D’autres chercheurs de l’université Stanford en Californie ont suivi des athlètes d’élite (joueurs de volleyball, gymnastes et nageurs). Tous les athlètes avaient des signes visibles de changements dégénératifs aux articulations visées. On pouvait y voir des déchirures du labrum ou de la coiffe des rotateurs, des amincissements du cartilage, des atteintes ligamentaires ou tendineuses et même des changements au niveau du tunnel carpien.[7]

En conclusion :

En fait, aucune étude n’a réussi à démontrer une relation entre les signes radiologiques et les symptômes persistants vécus par les patients. Lorsqu’ils n’ont pas été causé par un trauma récent (ex : fractures, entorses, déchirures subites), ces changements sont en réalité un processus NORMAL du vieillissement. Donc, même si plusieurs atteintes radiologiques sont irréversibles, ça ne veut pas dire qu’il est impossible de diminuer ou d’éliminer la douleur dont vous souffrez, puisque ces deux éléments ne sont pas liés ensemble. Il ne faut pas paniquer!

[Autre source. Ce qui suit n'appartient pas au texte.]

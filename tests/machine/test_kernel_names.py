from diskwatch.machine.kernel_names import kernel_names
from tests.machine.trees import Tree


def test_every_name_that_the_kernel_may_use_leads_to_the_drive(tmp_path):
    tree = Tree(tmp_path)
    sata = tree.sata("sda", "8:0")
    part = tree.partition(sata, "sda1", "8:1")
    tree.stacked("dm-0", "253:0", part)
    tree.nvme("nvme0", 2)
    tree.usb("sdb", "8:16")
    tree.virtio("vda")
    found = kernel_names(
        {"1": ["sda"], "2": ["nvme0n1", "nvme0n2"], "3": ["sdb"], "4": ["vda"]},
        sys_root=tree.sys,
        dev_root=tree.dev,
    )
    by_drive = {key: sorted(name for name, keys in found.items() if keys == (key,)) for key in "1234"}
    assert {"sda", "sda1", "dm-0"} <= set(by_drive["1"])
    assert any(name.startswith("ata") and "." in name for name in by_drive["1"])
    assert any(name.startswith("ata") and "." not in name for name in by_drive["1"])
    assert {"nvme0", "nvme0n1", "nvme0n2"} <= set(by_drive["2"])
    assert any(name.count(":") == 3 for name in by_drive["3"])
    assert by_drive["4"] == ["vda"]


def test_a_volume_over_two_drives_names_both(tmp_path):
    tree = Tree(tmp_path)
    one, other = tree.virtio("vda", "254:0"), tree.virtio("vdb", "254:16", serial="other")
    tree.stacked("md0", "9:0", one, other)
    found = kernel_names({"1": ["vda"], "2": ["vdb"]}, sys_root=tree.sys, dev_root=tree.dev)
    assert found["md0"] == ("1", "2")


def test_a_drive_that_has_just_gone_names_nothing_and_does_no_harm(tmp_path):
    tree = Tree(tmp_path)
    assert kernel_names({"1": ["sdz"]}, sys_root=tree.sys, dev_root=tree.dev) == {"sdz": ("1",)}
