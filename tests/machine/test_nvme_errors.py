import pytest

from diskwatch.machine.nvme_errors import media_entries
from diskwatch.machine.text import Sheet
from tests.machine.recordings import FIXTURES, text_of

HEAD = (
    "Error Information (NVMe Log 0x01, 16 of 64 entries)",
    "Num   ErrCount  SQId   CmdId  Status  PELoc          LBA  NSID    VS",
)
REFUSED = "  0       1356     0  0x0012  0xc005  0x028            -     0     -"
MEDIUM = "  1       1355     3  0x01a2  0x8503  0x000    163736384     1     -"
"""Unrecovered read error: code type 2h, code 81h, shifted left by one for the phase tag (invented row)."""


def count(*lines: str) -> int | str | None:
    value = media_entries(None, Sheet.of(lines))
    return None if value is None else value.value


@pytest.mark.parametrize("words", ["", "  Unrecovered Read Error"])
def test_only_entries_about_the_medium_count_with_words_behind_them_or_without(words):
    assert count(*HEAD, REFUSED + words) == 0
    assert count(*HEAD, REFUSED + words, MEDIUM + words, MEDIUM + words) == 2


def test_an_empty_log_counts_none_and_a_log_that_is_not_shown_is_not_known():
    assert count(HEAD[0], "No Errors Logged") == 0
    assert count("SMART overall-health self-assessment test result: PASSED") is None
    assert count("No Errors Logged") is None


def test_rows_of_another_table_do_not_count():
    assert count(*HEAD, REFUSED, "", MEDIUM) == 0
    assert count(MEDIUM) is None


@pytest.mark.parametrize(
    "row", [MEDIUM.replace("0x8503", "0x85o3"), MEDIUM.replace("0x8503", "-"), MEDIUM[:20], "garbage"]
)
def test_an_entry_that_cannot_be_read_makes_the_number_unknown_and_not_0(row):
    value = media_entries(None, Sheet.of([*HEAD, REFUSED, row]))
    assert value is not None
    assert value.value is None
    assert value.reason
    told = media_entries({"nvme_error_information_log": {"read": 16, "table": [{"lba": 4}]}}, Sheet.of([]))
    assert told is not None
    assert told.value is None


def test_a_note_of_entries_that_are_not_shown_is_no_entry():
    assert count(*HEAD, MEDIUM, "... (8 entries not read)") == 1


def test_an_entry_whose_count_is_0_is_no_entry():
    assert count(*HEAD, REFUSED, MEDIUM.replace("1355", "   0")) == 0


@pytest.mark.parametrize("name", ["nvme_0", "nvme_6", "nvme_11_issue_75", "nvme_4_issue_53"])
def test_recorded_entries_of_refused_commands_are_none_of_the_medium(name):
    assert count(*text_of(FIXTURES / name / "all.txt").splitlines()) == 0


def test_the_document_is_read_too():
    table = [{"status_field": {"value": 0x4281, "status_code_type": 2}}, {"status_field": {"value": 0x6002}}]
    value = media_entries(
        {"nvme_error_information_log": {"size": 64, "read": 16, "table": table}}, Sheet.of([])
    )
    assert value is not None
    assert value.value == 1
    empty = media_entries({"nvme_error_information_log": {"size": 64, "read": 16}}, Sheet.of([]))
    assert empty is not None
    assert empty.value == 0
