@pytest.mark.parametrize("proof", ["scan", "answer"])
def test_noise_is_the_drives_own_where_the_command_showed_before_that_it_is_smartctl(proof: str):
    tool, door = smartctl(said("/dev/sda -d sat # /dev/sda, ATA device\n"), said("\x00\xffnoise", 0))
    if proof == "answer":
        door.answers[0] = said(HDD.read_bytes())
        tool.ask(asked())
    else:
        tool.scan()
    assert tool.ask(asked()).outcome is Outcome.GARBLED
    assert tool.scan().trouble is None


def test_a_command_that_lists_no_drive_is_asked_once_whether_it_is_smartctl():
    tool, door = smartctl(said(""), said(HEAD), said(""))
    assert [tool.scan().trouble for _ in range(2)] == [None, None]
    assert [argv[1:] for argv in door.asked] == [["--scan"], ["--version"], ["--scan"]]


def test_a_command_that_turns_out_to_be_smartctl_after_all_is_no_trouble_any_more():
    tool, _ = smartctl(said("", 0), said("", 0), said(HDD.read_bytes()), said(""))
    assert "does not answer as smartctl does" in (tool.scan().trouble or "")
    assert tool.ask(asked()).outcome is Outcome.READ
    assert tool.scan().trouble is None


def test_a_missing_command_is_no_tool(tmp_path: Path):
    found = Smartctl(str(tmp_path / "none"), 30, lambda: NOW).ask(asked())
    assert (found.outcome, found.exit_bits) == (Outcome.NO_TOOL, None)


@pytest.mark.parametrize("recording", [HDD, NVME_JSON], ids=["text", "document"])
def test_what_was_printed_is_handed_on_word_for_word(recording):
    words = recording.read_text(encoding="utf-8")
    found = Smartctl("smartctl", 60, lambda: NOW, door=Told(said(words))).ask(asked())
    assert (found.outcome, found.answer) == (Outcome.READ, words)


def test_an_answer_too_long_to_be_kept_is_read_and_not_handed_on():
    words = HDD.read_text(encoding="utf-8") + "\n" * 300_000
    found = Smartctl("smartctl", 60, lambda: NOW, door=Told(said(words))).ask(asked())
    assert (found.outcome, found.answer) == (Outcome.READ, None)


def test_what_brought_no_reading_is_not_handed_on():
    found = Smartctl("smartctl", 60, lambda: NOW, door=Told(said("<html>"))).ask(asked())
    assert (found.outcome is Outcome.READ, found.answer) == (False, None)


def test_a_self_test_is_begun_with_the_type_that_reaches_the_drive_and_wakes_none():
    told, door = smartctl(said("Testing has begun.\n"))
    assert told.begin_test(asked(), extended=False) is None
    assert told.begin_test(asked(type_=None), extended=True) is None
    assert [words[1:] for words in door.asked] == [
        ["-n", "standby", "-d", "sat", "-t", "short", "/dev/sdx"],
        ["-n", "standby", "-t", "long", "/dev/sdx"],
    ]


def test_why_a_self_test_did_not_begin_is_told_in_the_tools_words_without_harm():
    told, _ = smartctl(said("head\n\nCan't start self-test without aborting current test \x1b[31m\n", 4))
    refused = told.begin_test(asked(), extended=False)
    assert refused is not None
    assert "exit status 4" in refused
    assert "current test" in refused
    assert "\x1b" not in refused
    told, _ = smartctl(Answer(ending=Ending.TIMED_OUT))
    assert told.begin_test(asked(), extended=False)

Malheureusement, peu de professionnels de la santé prennent le temps de bien expliquer cette réalité à leurs patients ou ignorent l’existence de ces preuves scientifiques. Il n’est pas surprenant que certaines personnes perçoivent des changements normaux comme une maladie dégénérative grave. Cela entraîne de l’anxiété inutile vis-à-vis les activités en craignant d’aggraver « l’usure ».

Références :

[1] BRINJIKJI, W., LUETMER, P. H., COMSTOCK, B., et al. Systematic literature review of imaging features of spinal degeneration in asymptomatic populations. American Journal of Neuroradiology, 2015, vol. 36, no 4, p. 811-816.

[2] OKADA, Eijiro, MATSUMOTO, Morio, FUJIWARA, Hirokazu, et al. Disc degeneration of cervical spine on MRI in patients with lumbar disc herniation: comparison study with asymptomatic volunteers. European Spine Journal, 2011, vol. 20, no 4, p. 585-591.

[3] BEDSON, John et CROFT, Peter R. The discordance between clinical and radiographic knee osteoarthritis: a systematic search and summary of the literature. BMC musculoskeletal disorders, 2008, vol. 9, no 1, p. 116.

[4] Guermazi, A., Niu, J., Hayashi, D., Roemer, F. W., Englund, M., Neogi, T., … & Felson, D. T. (2012). Prevalence of abnormalities in knees detected by MRI in adults without knee osteoarthritis: population based observational study (Framingham Osteoarthritis Study). Bmj, 345, e5339.

[5] SILVIS, Matthew L., MOSHER, Timothy J., SMETANA, Brandon S., et al. High prevalence of pelvic and hip magnetic resonance imaging findings in asymptomatic collegiate and professional hockey players. The American journal of sports medicine, 2011, vol. 39, no 4, p. 715-721.

[6] Barreto, R. P. G., Braman, J. P., Ludewig, P. M., Ribeiro, L. P., & Camargo, P. R. (2019). Bilateral magnetic resonance imaging findings in individuals with unilateral shoulder pain. Journal of shoulder and elbow surgery, 28(9), 1699-1706.

[7] FREDERICSON, Michael, HO, Charles, WAITE, Brandee, et al. Magnetic resonance imaging abnormalities in the shoulder and wrist joints of asymptomatic elite athletes. PM&R, 2009, vol. 1, no 2, p. 107-116.